UKGovernmentBEIS · jjallaire · Feb 5, 2025 · Jan 30, 2025 · Jan 31, 2025 · Jan 31, 2025
diff --git a/CHANGELOG.md b/CHANGELOG.md
@@ -18,6 +18,7 @@
 - OpenAI: Map some additional 400 status codes to `content_filter` stop reason.
 - Anthropic: Handle 413 status code (Payload Too Large) and map to `model_length` StopReason.
 - Tasks: Log sample with error prior to raising task-ending exception.
+- Python: Enhance prompt to emphasise that it is a script rather than a notebook.
 - Computer: Various improvements to image including desktop, python, and VS Code configuration.
 - Bugfix: Don't download full log from S3 for header_only reads.
 

diff --git a/src/inspect_ai/tool/_tools/_execute.py b/src/inspect_ai/tool/_tools/_execute.py
@@ -74,8 +74,39 @@ async def execute(code: str) -> str:
         """
         Use the python function to execute Python code.
 
-        The python function will only return you the stdout of the script,
-        so make sure to use print to see the output.

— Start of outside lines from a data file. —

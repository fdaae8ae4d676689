import { defineFormula } from "../../trace/define-formula";
import type { FormulaSource } from "../../trace/trace";

const from = (ref: string): FormulaSource => ({ document: "EN 1993-1-5", edition: "2006", ref });
const id = (tail: string): string => `en1993-1-5:2006/${tail}`;

const pair = {
  widthMm: ["b_sg", "mm"],
  thicknessMm: ["t_s", "mm"],
  webThicknessMm: ["t_w", "mm"],
  webLengthMm: ["2 · 15 ε t_w", "mm"],
} as const;
const examplePair = { widthMm: 80, thicknessMm: 10, webThicknessMm: 10, webLengthMm: 300 };

/** Area of a pair of stiffeners with 15 eps t_w of web on either side, mm2. EN 1993-1-5:2006, 9.1(2). */
export const cruciformAreaMm2 = defineFormula({
  id: id("9.1/area"),
  source: from("9.1(2), Figure 9.1"),
  symbols: pair,
  result: ["A_s,eff", "mm2"],
  expression: "2 * widthMm * thicknessMm + (webLengthMm + thicknessMm) * webThicknessMm",
  evaluate: (g) => 2 * g.widthMm * g.thicknessMm + (g.webLengthMm + g.thicknessMm) * g.webThicknessMm,
  example: { given: examplePair, gives: 1600 + 310 * 10, relTol: 1e-12 },
});

/** Second moment of that cruciform about the plane of the web, mm4. EN 1993-1-5:2006, 9.1(2). */
export const cruciformInertiaMm4 = defineFormula({
  id: id("9.1/inertia"),
  source: from("9.1(2), Figure 9.1"),
  symbols: pair,
  result: ["I_s", "mm4"],
  expression: "thicknessMm * (2 * widthMm + webThicknessMm)^3 / 12 + webLengthMm * webThicknessMm^3 / 12",
  evaluate: (g) =>
    (g.thicknessMm * (2 * g.widthMm + g.webThicknessMm) ** 3) / 12 +
    (g.webLengthMm * g.webThicknessMm ** 3) / 12,
  example: { given: examplePair, gives: (10 * 170 ** 3) / 12 + (300 * 1000) / 12, relTol: 1e-12 },
});

/** Buckling resistance of the cruciform, N. EN 1993-1-5:2006, 9.4(2) with EN 1993-1-1, 6.3.1. */
export const cruciformBucklingN = defineFormula({
  id: id("9.4/N_b,Rd"),
  source: from("9.4(2)"),
  symbols: {
    reduction: ["χ", "1"],
    areaMm2: ["A_s,eff", "mm2"],
    yieldMpa: ["f_y", "N/mm2"],
    gammaM1: ["γ_M1", "1"],
  },
  result: ["N_b,Rd", "N"],
  expression: "reduction * areaMm2 * yieldMpa / gammaM1",
  evaluate: (g) => (g.reduction * g.areaMm2 * g.yieldMpa) / g.gammaM1,
  example: {
    given: { reduction: 0.5, areaMm2: 4000, yieldMpa: 275, gammaM1: 1.1 },
    gives: 500_000,
    relTol: 1e-12,
  },
});

/** Largest outstand that cannot buckle by twisting, mm. EN 1993-1-5:2006, 9.2.1(8). */
export const outstandLimitMm = defineFormula({
  id: id("9.2.1/outstand"),
  source: from("9.2.1(8)"),
  symbols: { thicknessMm: ["t_s", "mm"], epsilon: ["ε", "1"] },
  result: ["b_sg,max", "mm"],
  expression: "14 * epsilon * thicknessMm",
  evaluate: (g) => 14 * g.epsilon * g.thicknessMm,
  example: { given: { thicknessMm: 10, epsilon: 1 }, gives: 140, relTol: 1e-12 },
});

/** Length of web that works with a stiffener, both sides together, mm. EN 1993-1-5:2006, 9.1(2). */
export const cruciformWebMm = defineFormula({
  id: id("9.1/web length"),
  source: from("9.1(2), Figure 9.1"),
  symbols: { epsilon: ["ε", "1"], webThicknessMm: ["t_w", "mm"] },
  result: ["2 · 15 ε t_w", "mm"],
  expression: "30 * epsilon * webThicknessMm",
  evaluate: (g) => 30 * g.epsilon * g.webThicknessMm,
  example: { given: { epsilon: 1, webThicknessMm: 10 }, gives: 300, relTol: 1e-12 },
});

/** Yielding of a stiffener pair at the flange with the web that the force spreads into, N. */
export const stiffenerCrushingN = defineFormula({
  id: id("crushing with web"),
  source: {
    document: "SCI/BCSA P398",
    edition: "2013",
    ref: "compression stiffener, cross-section at the flange (example C.2)",
  },
  symbols: {
    netAreaMm2: ["A_s,net", "mm2"],
    stiffenerYieldMpa: ["f_y,s", "N/mm2"],
    breadthMm: ["b_eff", "mm"],
    webThicknessMm: ["t_wc", "mm"],
    webYieldMpa: ["f_y,wc", "N/mm2"],
    gammaM0: ["γ_M0", "1"],
  },
  result: ["N_c,Rd", "N"],
  expression: "(netAreaMm2 * stiffenerYieldMpa + breadthMm * webThicknessMm * webYieldMpa) / gammaM0",
  evaluate: (g) =>
    (g.netAreaMm2 * g.stiffenerYieldMpa + g.breadthMm * g.webThicknessMm * g.webYieldMpa) / g.gammaM0,
  // P398 (2013), example C.2, gives 1595 kN.
  example: {
    given: {
      netAreaMm2: 2 * 95 * 15,
      stiffenerYieldMpa: 265,
      breadthMm: 248,
      webThicknessMm: 12.8,
      webYieldMpa: 265,
      gammaM0: 1,
    },
    gives: 1_595_000,
    relTol: 1e-3,
  },
});

/** Area of a stiffener pair that reaches the flange past its corner clips, mm2. */
export const stiffenerNetAreaMm2 = defineFormula({
  id: id("net area"),
  source: {
    document: "SCI/BCSA P398",
    edition: "2013",
    ref: "net area of stiffeners at the flange (examples C.2 and F.1)",
  },
  symbols: { widthMm: ["b_sg", "mm"], clipMm: ["corner clip", "mm"], thicknessMm: ["t_s", "mm"] },
  result: ["A_s,net", "mm2"],
  expression: "2 * (widthMm - clipMm) * thicknessMm",
  evaluate: (g) => 2 * (g.widthMm - g.clipMm) * g.thicknessMm,
  limitBroken: (g) =>
    g.clipMm >= g.widthMm ? "the corner clip leaves nothing of the stiffener at the flange" : null,
  example: { given: { widthMm: 110, clipMm: 15, thicknessMm: 15 }, gives: 2850, relTol: 1e-12 },
});

/** Yield force of a plate's area, N. EN 1993-1-1:2005, 6.2.3(2) a). */
export const yieldForceN = defineFormula({
  id: "en1993-1-1:2005/6.2.3/N_pl,Rd",
  source: { document: "EN 1993-1-1", edition: "2005", ref: "6.2.3(2) a)" },
  symbols: { areaMm2: ["A", "mm2"], yieldMpa: ["f_y", "N/mm2"], gammaM0: ["γ_M0", "1"] },
  result: ["N_pl,Rd", "N"],
  expression: "areaMm2 * yieldMpa / gammaM0",
  evaluate: (g) => (g.areaMm2 * g.yieldMpa) / g.gammaM0,
  example: { given: { areaMm2: 2000, yieldMpa: 275, gammaM0: 1 }, gives: 550_000, relTol: 1e-12 },
});

/** Shear of the column web along both sides of a partial-depth stiffener's web weld, N. EN 1993-1-1:2005, 6.2.6(2). */
export const twoShearPlanesN = defineFormula({
  id: "en1993-1-1:2005/6.2.6/two shear planes",
  source: {
    document: "EN 1993-1-1",
    edition: "2005",
    ref: "6.2.6(2), Eq. (6.18), two planes along the weld",
  },
  symbols: {
    lengthMm: ["l_w", "mm"],
    thicknessMm: ["t_wc", "mm"],
    yieldMpa: ["f_y,wc", "N/mm2"],
    gammaM0: ["γ_M0", "1"],
  },
  result: ["V_pl,Rd", "N"],
  expression: "2 * lengthMm * thicknessMm * yieldMpa / (sqrt(3) * gammaM0)",
  evaluate: (g) => (2 * g.lengthMm * g.thicknessMm * g.yieldMpa) / (Math.sqrt(3) * g.gammaM0),
  example: {
    given: { lengthMm: 100, thicknessMm: 10, yieldMpa: 275, gammaM0: 1 },
    gives: 550_000 / Math.sqrt(3),
    relTol: 1e-12,
  },
});
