import { describe, expect, it } from "vitest";
import {
  formatFigures,
  formatMinutes,
  formatMoney,
  formatNumber,
  formatUtilisation,
  formatWholeMoney,
  moneyUnit,
} from "@/components/ui/format-number";

/** Spaces within numbers do not break; plain ones read better here. */
const plain = (text: string) => text.replace(/[\u202f\u00a0]/g, " ");

describe("numbers as they are shown", () => {
  it.each([
    [1.0004, 1, ">1.00"],
    [1.003, 1, "1.003"],
    [1.31, 1, "1.31"],
    [1, 1, "1.00"],
    [0.996, 1, "1.00"],
    [0.903, 0.9, "0.903"],
  ])("utilisation %f against %f never reads as the limit when it is over it", (value, limit, shown) => {
    expect(formatUtilisation(value, limit)).toBe(shown);
  });

  it("groups thousands from five digits and writes a true minus sign", () => {
    expect(plain(formatNumber(71_433))).toBe("71 433");
    expect(formatNumber(7143)).toBe("7143");
    expect(formatNumber(-12.34, 1)).toBe("−12.3");
    expect(formatNumber(-0.04, 1)).toBe("0.0");
  });

  it("keeps figures rather than decimals in a calculation", () => {
    expect(plain(formatFigures(687_700, 5))).toBe("687 700");
    expect(formatFigures(0.012345)).toBe("0.01235");
    expect(formatFigures(1)).toBe("1");
    expect(formatFigures(182_630_000, 5)).toBe("1.8263 × 10^8");
    expect(formatFigures(0)).toBe("0");
  });

  it("writes minutes as the shop does", () => {
    expect(formatMinutes(98)).toBe("1 h 38");
    expect(formatMinutes(59.6)).toBe("1 h 00");
    expect(formatMinutes(-12)).toBe("−0 h 12");
    expect(formatMinutes(0)).toBe("0 h 00");
  });

  it("writes money in whole units from 20 up, and never hides a small part as nothing", () => {
    expect(formatMoney(318.4)).toBe("318");
    expect(formatMoney(4.2)).toBe("4.20");
    expect(formatMoney(0)).toBe("0");
    expect(formatWholeMoney(0.3)).toBe("<1");
    expect(formatWholeMoney(9.8)).toBe("10");
    expect(moneyUnit("XXX")).toBe("index");
    expect(moneyUnit("EUR")).toBe("EUR");
  });
});
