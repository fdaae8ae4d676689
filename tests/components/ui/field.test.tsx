import { render, screen } from "@testing-library/react";
import userEvent from "@testing-library/user-event";
import { describe, expect, it, vi } from "vitest";
import { Button } from "@/components/ui/button";
import { TextField } from "@/components/ui/field";

describe("a field", () => {
  it("ties label, hint and error to the control", () => {
    render(<TextField label="Storey height" hint="mm" error="Give a number above 0." defaultValue="" />);
    const input = screen.getByRole("textbox", { name: "Storey height" });
    expect(input).toBeInvalid();
    expect(input).toHaveAccessibleDescription("mm Give a number above 0.");
    expect(screen.getByRole("alert")).toHaveTextContent("Give a number above 0.");
  });

  it("is not marked invalid without an error", () => {
    render(<TextField label="Storey height" defaultValue="4200" />);
    expect(screen.getByRole("textbox", { name: "Storey height" })).toBeValid();
    expect(screen.queryByRole("alert")).toBeNull();
  });
});

describe("a busy button", () => {
  it("keeps its focus and takes no second press", async () => {
    const user = userEvent.setup();
    const press = vi.fn();
    const { rerender } = render(<Button onClick={press}>Recalculate</Button>);
    await user.click(screen.getByRole("button", { name: "Recalculate" }));
    rerender(
      <Button onClick={press} isBusy busyLabel="Recalculating">
        Recalculate
      </Button>,
    );
    const busy = screen.getByRole("button", { name: "Recalculating" });
    await user.click(busy);
    expect(busy).toHaveFocus();
    expect(press).toHaveBeenCalledTimes(1);
  });
});
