import { readFileSync } from "node:fs";
import { describe, expect, it } from "vitest";

/**
 * Guards the tokens of both sheets: every colour that words are set in against every ground they
 * stand on, by the contrast formula of WCAG 2.2 (4.5:1 for text, 3:1 for marks and edges of controls).
 */
const css = readFileSync("app/globals.css", "utf8");

function tokensOf(block: string): ReadonlyMap<string, string> {
  return new Map(
    [...block.matchAll(/--([a-z0-9]+):\s*(#[0-9a-f]{6});/g)].map((match) => [match[1] ?? "", match[2] ?? ""]),
  );
}
function blockAfter(selector: string): string {
  const start = css.indexOf(`${selector} {`);
  if (start < 0) throw new Error(`${selector} is not in the stylesheet`);
  return css.slice(start, css.indexOf("}", start));
}
const light = tokensOf(blockAfter(":root"));
const darkBySystem = tokensOf(blockAfter(':root:not([data-theme="light"])'));
const darkByChoice = tokensOf(blockAfter(':root[data-theme="dark"]'));

function luminance(hex: string): number {
  const [red = 0, green = 0, blue = 0] = [1, 3, 5]
    .map((at) => parseInt(hex.slice(at, at + 2), 16) / 255)
    .map((part) => (part <= 0.04045 ? part / 12.92 : ((part + 0.055) / 1.055) ** 2.4));
  return 0.2126 * red + 0.7152 * green + 0.0722 * blue;
}
function contrast(tokens: ReadonlyMap<string, string>, over: string, under: string): number {
  const [a, b] = [tokens.get(over), tokens.get(under)];
  if (!a || !b) throw new Error(`No token ${over} or ${under}`);
  const [high = 0, low = 0] = [luminance(a), luminance(b)].sort((x, y) => y - x);
  return (high + 0.05) / (low + 0.05);
}

const WORDS = ["ink", "soft", "petrol", "added", "pass", "tight", "fail"];
const GROUNDS = ["paper", "sheet", "petrolwash"];
const sheets = { light, darkBySystem, darkByChoice };

describe.each(Object.entries(sheets))("the %s sheet", (_name, tokens) => {
  it.each(WORDS.flatMap((word) => GROUNDS.map((ground) => [word, ground] as const)))(
    "sets %s on %s at 4.5:1 or more",
    (word, ground) => {
      expect(contrast(tokens, word, ground)).toBeGreaterThanOrEqual(4.5);
    },
  );

  it("sets words on the accent and on the wash of failure at 4.5:1 or more", () => {
    expect(contrast(tokens, "onpetrol", "petrol")).toBeGreaterThanOrEqual(4.5);
    expect(contrast(tokens, "fail", "failwash")).toBeGreaterThanOrEqual(4.5);
    expect(contrast(tokens, "paper", "ink")).toBeGreaterThanOrEqual(4.5);
  });

  it("draws bars and edges of controls at 3:1 or more", () => {
    expect(contrast(tokens, "steel", "sheet")).toBeGreaterThanOrEqual(3);
    expect(contrast(tokens, "steel", "petrolwash")).toBeGreaterThanOrEqual(3);
    expect(contrast(tokens, "steel2", "sheet")).toBeGreaterThanOrEqual(3);
  });
});

it("the dark sheet is the same whether the system or the reader chose it", () => {
  expect(darkByChoice).toEqual(darkBySystem);
  expect([...darkByChoice.keys()].sort()).toEqual([...light.keys()].sort());
});
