// SPDX-License-Identifier: MPL-2.0
#pragma once

// Which phase follows which as the temperature rises at 1 bar.

#include "core/substances/tables/model.h"

#include <algorithm>
#include <cstdint>
#include <limits>

namespace tables {

namespace detail {

inline long double gibbs(Tables const& t, std::size_t phase, long double at) {
    Phase const& p = t.phases[phase];
    std::size_t i = p.first_interval;
    while (i + 1 < p.first_interval + p.interval_count && at > t.intervals[i].to) ++i;
    return gibbs_of<long double>(t.intervals[i], at);
}

/// Where the second phase, higher at `low`, comes to lie as low as the first.
inline double equal_gibbs(Tables const& t, std::size_t first, std::size_t second, long double low,
                          long double high) {
    for (int step = 0; step < 200; ++step) {
        const long double middle = (low + high) / 2;
        (gibbs(t, second, middle) > gibbs(t, first, middle) ? low : high) = middle;
    }
    return static_cast<double>(high);
}

inline double from(Tables const& t, std::size_t phase) {
    return t.intervals[t.phases[phase].first_interval].from;
}
inline double to(Tables const& t, std::size_t phase) {
    Phase const& p = t.phases[phase];
    return t.intervals[p.first_interval + p.interval_count - 1].to;
}

/// Where a condensed phase gives way to the next one: the table's temperature where the ranges
/// meet, equal Gibbs energies where they overlap.
inline double transition(Tables const& t, std::size_t low, std::size_t high) {
    if (to(t, low) <= from(t, high)) return to(t, low);
    const double begin = from(t, high), end = to(t, low);
    if (gibbs(t, high, begin) <= gibbs(t, low, begin)) return begin;
    if (gibbs(t, high, end) >= gibbs(t, low, end)) return end;
    return equal_gibbs(t, low, high, begin, end);
}

inline void append_rungs(Tables const& t, std::vector<Rung>& rungs, std::size_t phase, double begin,
                         double end) {
    Phase const& p = t.phases[phase];
    for (std::size_t i = p.first_interval; i < p.first_interval + p.interval_count; ++i) {
        Rung r{
            std::max(begin, t.intervals[i].from), std::min(end, t.intervals[i].to),  0,    0, 0, 0,
            static_cast<std::uint16_t>(i),        static_cast<std::uint16_t>(phase), false};
        if (!(r.from < r.to)) continue;
        if (!rungs.empty()) {
            Interval const &below = t.intervals[rungs.back().interval], &here = t.intervals[i];
            const long double at = r.from;
            r.gap = rungs.back().to < r.from;
            if (!r.gap) {
                r.enthalpy_jump =
                    static_cast<double>(enthalpy_of(here, at) - enthalpy_of(below, at));
                r.entropy_jump = static_cast<double>(entropy_of(here, at) - entropy_of(below, at));
            }
        }
        rungs.push_back(r);
    }
}

/// The first temperature of a rung, in steps of 10 K and at its end, at which the gas lies lower.
/// The end alone would not do: a liquid extrapolated far beyond its boiling point may win again.
inline double gas_lies_lower(Tables const& t, Rung const& r, std::size_t gas) {
    for (double at = std::max(r.from, from(t, gas)); at <= r.to; at += 10)
        if (gibbs(t, gas, at) < gibbs(t, r.phase, at)) return at;
    return gibbs(t, gas, r.to) < gibbs(t, r.phase, r.to) ? r.to : 0;
}

} // namespace detail

/// The rungs of some phases of one substance. A phase gives way to the next one where the ranges
/// meet, or where the Gibbs energies agree if they overlap.
inline std::vector<Rung> ladder(Tables const& t, std::vector<std::size_t> phases) {
    std::stable_sort(phases.begin(), phases.end(),
                     [&](auto a, auto b) { return detail::from(t, a) < detail::from(t, b); });
    std::vector<Rung> rungs;
    double begin = 0;
    for (std::size_t i = 0; i < phases.size(); ++i) {
        const double end = i + 1 < phases.size() ? detail::transition(t, phases[i], phases[i + 1])
                                                 : detail::to(t, phases[i]);
        detail::append_rungs(t, rungs, phases[i], begin, end);
        begin = std::max(end, i + 1 < phases.size() ? detail::from(t, phases[i + 1]) : end);
        if (i + 1 < phases.size() && end > detail::from(t, phases[i + 1])) begin = end;
    }
    return rungs;
}

/// Cuts the ladder of the condensed phases where the gas comes to have the least Gibbs energy.
/// Stops where it never does; `key` names the substance in the message.
inline std::vector<Rung> with_boiling(Tables const& t, std::vector<Rung> const& condensed,
                                      std::size_t gas, std::string const& key) {
    std::vector<Rung> rungs;
    for (Rung r : condensed) {
        rungs.push_back(r);
        const double end = detail::gas_lies_lower(t, r, gas);
        if (end == 0) continue;
        if (!(end > r.from)) stop(key + " is a gas from the beginning of a rung");
        rungs.back().to = detail::equal_gibbs(t, r.phase, gas, std::max(r.from, end - 10), end);
        detail::append_rungs(t, rungs, gas, rungs.back().to,
                             std::numeric_limits<double>::infinity());
        return rungs;
    }
    stop(key + " does not boil in its range");
}

} // namespace tables
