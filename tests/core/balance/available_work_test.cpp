// SPDX-License-Identifier: MPL-2.0
#include "core/balance/available_work.h"

#include "tests/core/accuracy.h"
#include "tests/core/expect_refusal.h"
#include "tests/core/random_states.h"

#include <gtest/gtest.h>
#include <rapidcheck/gtest.h>

#include <cmath>

namespace {

using namespace core;
using namespace core::balance;
using accuracy::Exact;

Temperature kelvin(double value) { return Temperature::kelvin(value); }

TEST(ExergyOfHeat, IsNegativeBelowTheSurroundings) {
    EXPECT_EQ(exergy_of_heat<Rate>(Power::from_value(1000), kelvin(240), kelvin(300)),
              Power::from_value(-250));
    EXPECT_EQ(exergy_of_heat<Specific>(SpecificEnergy::from_value(5), kelvin(300), kelvin(300)),
              SpecificEnergy{});
}

RC_GTEST_PROP(ExergyOfHeat, KeepsItsDigitsNearTheSurroundings, ()) {
    const double t0 = random_states::between(200, 400);
    const double t = t0 * (1 + random_states::between(1e-15, 10));
    const double exergy =
        exergy_of_heat<Total>(Energy::from_value(1234), kelvin(t), kelvin(t0)).value();
    RC_ASSERT(accuracy::ulps(exergy, 1234 * (1 - Exact(t0) / t)) <= 2.0);
}

RC_GTEST_PROP(ExergyOfHeat, LosesWhatEntropyGeneratedCosts, ()) {
    const Temperature hot = random_states::temperature(), cold = random_states::temperature();
    RC_PRE(hot > cold);
    const Temperature t0 = kelvin(random_states::between(200, 400));
    const Energy q = Energy::from_value(random_states::between(1, 1e6));
    const Energy lost = lost_work<Total>({q / absolute(cold) - q / absolute(hot)}, t0);
    const Energy difference =
        exergy_of_heat<Total>(q, hot, t0) - exergy_of_heat<Total>(q, cold, t0);
    RC_ASSERT(std::abs((lost - difference) / q) <= 1e-14 * (1 + absolute(t0) / absolute(cold)));
}

TEST(Carnot, AgreesWithItsDefinitions) {
    EXPECT_DOUBLE_EQ(carnot_efficiency(kelvin(600), kelvin(300)), 0.5);
    EXPECT_DOUBLE_EQ(carnot_cooling(kelvin(300), kelvin(250)), 5);
    EXPECT_DOUBLE_EQ(carnot_heating(kelvin(300), kelvin(250)), 6);
    EXPECT_EQ(carnot_efficiency(kelvin(300), kelvin(300)), 0);
}

RC_GTEST_PROP(Carnot, KeepsItsDigitsWhereTheTemperaturesAreNear, ()) {
    const double cold = random_states::between(1, 3000);
    const double hot = cold * (1 + random_states::between(1e-15, 1e-2));
    RC_PRE(hot > cold);
    const Exact h = hot, c = cold;
    RC_ASSERT(accuracy::ulps(carnot_efficiency(kelvin(hot), kelvin(cold)), (h - c) / h) <= 1.0);
    RC_ASSERT(accuracy::ulps(carnot_cooling(kelvin(hot), kelvin(cold)), c / (h - c)) <= 1.0);
    RC_ASSERT(accuracy::ulps(carnot_heating(kelvin(hot), kelvin(cold)), h / (h - c)) <= 1.0);
}

TEST(Carnot, RefusesReservoirsThatAreExchanged) {
    for (auto relation : {carnot_efficiency, carnot_cooling, carnot_heating})
        expect_refusal(impossible, "hot = 300 K and cold = 310 K", "a hot reservoir",
                       [&] { relation(kelvin(300), kelvin(310)); });
}

TEST(Carnot, RefusesACoefficientBetweenEqualTemperatures) {
    for (auto relation : {carnot_cooling, carnot_heating})
        expect_refusal(impossible, "hot = 300 K and cold = 300 K", "a coefficient",
                       [&] { relation(kelvin(300), kelvin(300)); });
}

} // namespace
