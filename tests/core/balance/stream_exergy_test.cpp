// SPDX-License-Identifier: MPL-2.0
#include "core/balance/stream_exergy.h"

#include "core/constants.h"
#include "tests/core/accuracy.h"
#include "tests/core/expect_refusal.h"
#include "tests/core/random_states.h"

#include <gtest/gtest.h>
#include <rapidcheck/gtest.h>

#include <cmath>

namespace {

using namespace core;
using namespace core::balance;
using accuracy::Exact;

Temperature kelvin(double t) { return Temperature::kelvin(t); }
Positive<Pressure> pascal(double p) { return {Pressure::from_value(p)}; }

RC_GTEST_PROP(StreamExergy, KeepsItsDigitsNearTheSurroundings, ()) {
    const double t0 = random_states::between(200, 400);
    const double t =
        t0 * (1 + (*rc::gen::arbitrary<bool>() ? 1 : -0.5) * random_states::between(1e-9, 1));
    const Exact d = (Exact(t) - Exact(t0)) / Exact(t0);
    const Exact exact = d - log1p(d);
    RC_ASSERT(std::abs(static_cast<double>(exergy_share(kelvin(t), kelvin(t0)) / exact) - 1) <
              1e-6);
    RC_ASSERT(exergy_share(kelvin(t), kelvin(t0)) >= 0);
}

TEST(StreamExergy, IsZeroInTheSurroundingsAndNeverLess) {
    const auto air = substances::read_gas("air");
    EXPECT_EQ(exergy_of_gas(air, kelvin(288), pascal(1e5), kelvin(288), pascal(1e5)).value(), 0);
    for (const double t : {220.0, 280.0, 300.0, 900.0})
        EXPECT_GT(exergy_of_gas(air, kelvin(t), pascal(1e5), kelvin(288), pascal(1e5)).value(), 0);
    // R·T0·ln(p/p0) at the temperature of the surroundings
    EXPECT_NEAR(exergy_of_gas(air, kelvin(288), pascal(7e5), kelvin(288), pascal(1e5)).value(),
                gas_constant.value() * 288 * std::log(7.0), 1e-9);
}

TEST(StreamExergy, OfWhatCondensesOnTheWayIsRefused) {
    const auto exergy = [](const char* text) {
        return [=] {
            exergy_of_gas(substances::read_gas(text), kelvin(400), pascal(1e5), kelvin(290),
                          pascal(1e5));
        };
    };
    expect_refusal(impossible, "H2O(g) in surroundings of 290 K", "a gas", exergy("water"));
    expect_refusal(impossible, "CH3OH(g)", "a gas", exergy("CH3OH(g)"));
    EXPECT_NO_THROW(exergy("CO2")());
    EXPECT_NO_THROW(exergy("0.9 N2 + 0.1 H2O(g)")());
}

// Three routes to the exergy of a constant heat capacity: closed form, own material, ideal gas at p0.
TEST(StreamExergy, DoesNotDependOnTheRoute) {
    const auto own =
        materials::OwnMaterial::measured(materials::Basis::molar, {250, 900}, {30, 30});
    const double expected = 30 * (700 - 290 - 290 * std::log(700.0 / 290));
    const Positive<MolarHeatCapacity> c{MolarHeatCapacity::from_value(30)};
    EXPECT_NEAR(exergy_of_incompressible<Molar>(c, kelvin(700), kelvin(290)).value(), expected,
                1e-9);
    EXPECT_NEAR(exergy_of_material<Molar>(own, kelvin(700), kelvin(290)).value(), expected, 1e-9);
    EXPECT_NEAR(exergy_of_ideal_gas(c, kelvin(700), pascal(1e5), kelvin(290), pascal(1e5)).value(),
                expected, 1e-9);
}

// Aluminium melted: ΔH - T0·ΔS with both from the tables, evaluated by their own functions.
TEST(StreamExergy, PassesTransitions) {
    const auto aluminium = substances::find_substance("Al");
    const double e = exergy_of_substance(aluminium, kelvin(1000), kelvin(290)).value();
    const double solid = exergy_of_substance(aluminium, kelvin(933), kelvin(290)).value();
    EXPECT_GT(e - solid, 10700 * (1 - 290 / 933.6)); // at least that of the heat of fusion
}

} // namespace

+        The Python tool executes single-run Python scripts. Important notes:
+        1. Each execution is independent - no state is preserved between runs
+        2. You must explicitly use print() statements to see any output
+        3. Simply writing expressions (like in notebooks) will not display results
+        4. The script cannot accept interactive input during execution
+        5. Return statements alone won't produce visible output
+        6. All variables and imports are cleared between executions
+        7. Standard output (via print()) is the only way to see results
+
+        Examples:
+          INCORRECT (notebook style):
+          x = 5
+          x * 2           # Won't show anything
+          return x * 2    # Won't show anything
+          [1, 2, 3]       # Won't show anything
+
+          CORRECT:
+          x = 5
+          print(x * 2)    # Will show: 10
+          result = x * 2
+          print(result)   # Will show: 10
+          print([1, 2, 3])  # Will show: [1, 2, 3]
+
+          INCORRECT (assuming previous imports persist):
+          # First run:
+          import numpy as np
+          # Second run:
+          arr = np.array([1, 2, 3])  # This will fail - numpy not imported in this run
+
+          CORRECT (each run is self-contained):
+          import numpy as np
+          arr = np.array([1, 2, 3])
+          print(arr)  # Will show: [1 2 3]
 
         Args:
           code (str): The python code to execute.